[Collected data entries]
***

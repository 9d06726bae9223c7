"""Limits on voltages, currents, resistances, margins and who sets a corner, over the boards."""

from __future__ import annotations

import math
from collections.abc import Mapping
from concurrent.futures import ThreadPoolExecutor
from dataclasses import replace
from pathlib import Path

import numpy as np
import pytest

import ngspice
from decide.circuits import PAIR, STAGE, TRANSISTOR, run
from tauledger.analysis import Analysis, analyze_circuit
from tauledger.circuit.elements import Capacitor, Resistor
from tauledger.configuration.reading import read_configuration
from tauledger.configuration.settings import PathSettings
from tauledger.decide.asked import parse_asked
from tauledger.decide.bench import Figures, bench_of, measure
from tauledger.decide.judged import LEAST_HOLD, Wanted, demands_of, wanted_of
from tauledger.decide.spread import Plan, board_deviations, spread
from tauledger.decide.varied import board_values, variety_of
from tauledger.report.decision import spread_page
from tauledger.report.decision_html import spread_html
from tauledger.report.layout import plain
from tauledger.report.page import BOUND, Page
from tauledger.review.decisions import FigureSpread, Spread

DIVIDER = """a coupling capacitor at a divider: v(out) = 12 R2/(R1 + R2)
VCC vcc 0 12
VS in 0 AC 1
C1 in out 1u
R1 vcc out 30k
R2 out 0 10k
CL out 0 1p
.end
"""
FOLLOWER = """directly coupled between two supplies
VCC vcc 0 12
VEE vee 0 -12
VS in 0 AC 1
RS in b 1k
Q1 vcc b out qx
RE out vee 4.7k
CL out 0 1n
.model qx npn (is=12f bf=240 vaf=90 cje=12p cjc=4p tf=0.4n rb=80)
.end
"""
RATED = '[capacitors.can]\nmatch = "C*"\nrated_voltage = "25 V"\n'


def settings_of(folder: Path, limits: str, more: str = "") -> PathSettings:
    text = f'[path.x]\nnetlist = "x.cir"\n[path.x.limits]\n{limits}\n{more}'
    (folder / "tauledger.toml").write_text(text, encoding="utf-8")
    return read_configuration(folder / "tauledger.toml").paths[0]


def spread_of(
    text: str, settings: PathSettings, boards: int, *tolerances: str, distribution: str = ""
) -> Spread:
    asked = [parse_asked(tolerance) for tolerance in tolerances]
    return spread(run(text), settings, asked, boards, distribution=distribution)


def figure(result: Spread, name: str) -> FigureSpread:
    return next(f for f in result.figures if f.figure == name)


# Against closed forms and single boards -----------------------------------------------------------


def test_percentiles_and_yield_of_a_divider_are_exact(tmp_path: Path) -> None:
    """v(out) rises with R2 alone, which is spread evenly: the p-th percentile of one is that of
    the other, but for half a stratum of the Latin hypercube and the gmin of the nodes."""
    settings = settings_of(tmp_path, 'node_voltage.OUT = { min = "2.9 V", max = "3.1 V" }')
    result = spread_of(DIVIDER, settings, 2000, "R2=20%")
    found = figure(result, "voltage of out")
    assert (found.unit, found.linear) == ("V", True)

    def voltage(r2: float) -> float:
        return 12.0 * r2 / (30e3 + r2)

    for entry in found.percentiles:
        expected = voltage(10e3 * (0.8 + 0.4 * entry.percent / 100.0))
        assert entry.value == pytest.approx(expected, abs=1e-3)
    assert found.worst_low.value == pytest.approx(voltage(8e3), rel=1e-6)
    assert found.worst_high.value == pytest.approx(voltage(12e3), rel=1e-6)
    assert found.worst_high.ends == ("R2 high",)
    (cause,) = found.contributions
    # dv/dln(R2) = 12 R1 R2/(R1 + R2)².
    assert cause.sensitivity == pytest.approx(12.0 * 30e3 * 10e3 / 40e3**2, rel=1e-5)
    assert cause.at_low == pytest.approx(voltage(8e3) - 3.0, rel=1e-5)
    assert found.linear_deviation == pytest.approx(2.25 * 0.2 / math.sqrt(3.0), rel=1e-5)

    # The limits again as values of R2: v = 2.9 V at R2 = 30k·2.9/9.1, and 3.1 V.
    inside = (30e3 * 3.1 / 8.9 - 30e3 * 2.9 / 9.1) / 4e3
    assert found.kept is not None
    assert found.kept.share == pytest.approx(inside, abs=2e-3)
    assert (found.kept.least, found.kept.most) == (2.9, 3.1)
    assert result.total is not None
    assert result.total.passed == found.kept.passed
    assert result.notes == ()


@pytest.mark.parametrize("text", [STAGE, PAIR])
def test_boards_have_the_figures_of_a_single_report(text: str, tmp_path: Path) -> None:
    collector = "c" if text is STAGE else "c2"
    transistor = "Q1" if text is STAGE else "Q2"
    settings = settings_of(
        tmp_path,
        'input_resistance.min = "1 Ω"\noutput_resistance.min = "1 Ω"\n'
        f'node_voltage.{collector}.min = "1 V"\ncurrent.{transistor}.min = "1 nA"\n'
        'capacitor_voltage_margin.min = "10 %"\n',
        RATED,
    )
    analysis = run(text)
    varied = _values(analysis, 5, 0.75, 1.3)
    found = _measured(analysis, settings, varied)
    for board in range(5):
        one = _single(analysis, varied, board)
        path = one.review.paths[0]
        expected = {
            "input resistance": path.input_resistance_ohm,
            "output resistance": path.output_resistance_ohm,
            f"voltage of {collector}": one.point.voltage(collector),
            f"current of {transistor}": next(
                row.current_a for row in one.review.transistors if row.name == transistor
            ),
        }
        for row in path.time_constants:
            if row.dc_voltage_v is not None:
                margin = 100.0 * (25.0 - abs(row.dc_voltage_v)) / 25.0
                expected[f"voltage margin of {row.name}"] = margin
        assert set(found.others) == set(expected)
        for name, value in expected.items():
            assert found.others[name][board] == pytest.approx(value, rel=1e-7), name


def test_resistances_of_a_current_driven_path(tmp_path: Path) -> None:
    """IS into a node with R1: the source sees R1 ∥ R2, the load R2 is taken out at the output."""
    text = "x\nIS 0 a AC 1\nR1 a 0 1k\nC1 a out 1m\nRL out 0 3k\nCL out 0 1p\n.end\n"
    settings = settings_of(
        tmp_path, 'input_resistance.min = "1 Ω"\noutput_resistance.min = "1 Ω"\n'
    )
    analysis = run(text)
    r1 = np.array([900.0, 1000.0, 1200.0])
    found = _measured(analysis, settings, {"r1": r1})
    assert found.others["input resistance"] == pytest.approx(1.0 / (1.0 / r1 + 1.0 / 3e3), rel=1e-6)
    assert found.others["output resistance"] == pytest.approx(r1, rel=1e-6)


def test_the_source_resistor_and_the_load_of_each_board_are_taken_out(tmp_path: Path) -> None:
    """Behind RS the divider is R2 alone, before RL it is RS ∥ R2, whatever RS and RL are."""
    text = "x\nVS in 0 AC 1\nRS in a 1k\nR2 a 0 4k\nC1 a out 1m\nRL out 0 3k\nCL out 0 1p\n.end\n"
    settings = settings_of(
        tmp_path, 'input_resistance.min = "1 Ω"\noutput_resistance.min = "1 Ω"\n'
    )
    analysis = run(text)
    rs, rl = np.array([500.0, 1000.0, 2000.0]), np.array([9e3, 3e3, 1e3])
    found = _measured(analysis, settings, {"rs": rs, "rl": rl})
    entry = found.others["input resistance"]
    assert entry == pytest.approx(1.0 / (1.0 / 4e3 + 1.0 / rl), rel=1e-6)
    assert found.others["output resistance"] == pytest.approx(
        1.0 / (1.0 / rs + 1.0 / 4e3), rel=1e-6
    )


@pytest.mark.parametrize(
    ("key", "part", "text"),
    [
        ("low_corner_set_by", "CE", STAGE),
        ("high_corner_set_by", "CX", STAGE.replace(".end", "CX out 0 300p\n.end")),
    ],
)
def test_who_sets_a_corner_is_judged_as_on_one_board(
    key: str, part: str, text: str, tmp_path: Path
) -> None:
    settings = settings_of(tmp_path, f'{key} = "{part}"')
    analysis = run(text)
    drawn = next(e for e in analysis.circuit.elements if e.name == part)
    assert isinstance(drawn, Capacitor)
    varied = {part.lower(): drawn.capacitance_f * np.logspace(-1.2, 2.2, 12)}
    found = _measured(analysis, settings, varied, leaders=True)
    (hold,) = found.others.values()
    single = []
    for board in range(12):
        corners = _single(analysis, varied, board).corners
        single.append(part in (corners.low if key[0] == "l" else corners.high).set_by)
    assert (hold >= LEAST_HOLD).tolist() == single
    assert len(set(single)) == 2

***

-- The problem --
Using the data above, reproduce exactly the lines from the line that contains "from tauledger.report.decision_html import" through the line that contains "# Against closed", including both.

-- Answer space --
from tauledger.report.decision_html import spread_html
from tauledger.report.layout import plain
from tauledger.report.page import BOUND, Page
from tauledger.review.decisions import FigureSpread, Spread

DIVIDER = """a coupling capacitor at a divider: v(out) = 12 R2/(R1 + R2)
VCC vcc 0 12
VS in 0 AC 1
C1 in out 1u
R1 vcc out 30k
R2 out 0 10k
CL out 0 1p
.end
"""
FOLLOWER = """directly coupled between two supplies
VCC vcc 0 12
VEE vee 0 -12
VS in 0 AC 1
RS in b 1k
Q1 vcc b out qx
RE out vee 4.7k
CL out 0 1n
.model qx npn (is=12f bf=240 vaf=90 cje=12p cjc=4p tf=0.4n rb=80)
.end
"""
RATED = '[capacitors.can]\nmatch = "C*"\nrated_voltage = "25 V"\n'


def settings_of(folder: Path, limits: str, more: str = "") -> PathSettings:
    text = f'[path.x]\nnetlist = "x.cir"\n[path.x.limits]\n{limits}\n{more}'
    (folder / "tauledger.toml").write_text(text, encoding="utf-8")
    return read_configuration(folder / "tauledger.toml").paths[0]


def spread_of(
    text: str, settings: PathSettings, boards: int, *tolerances: str, distribution: str = ""
) -> Spread:
    asked = [parse_asked(tolerance) for tolerance in tolerances]
    return spread(run(text), settings, asked, boards, distribution=distribution)


def figure(result: Spread, name: str) -> FigureSpread:
    return next(f for f in result.figures if f.figure == name)


# Against closed forms and single boards -----------------------------------------------------------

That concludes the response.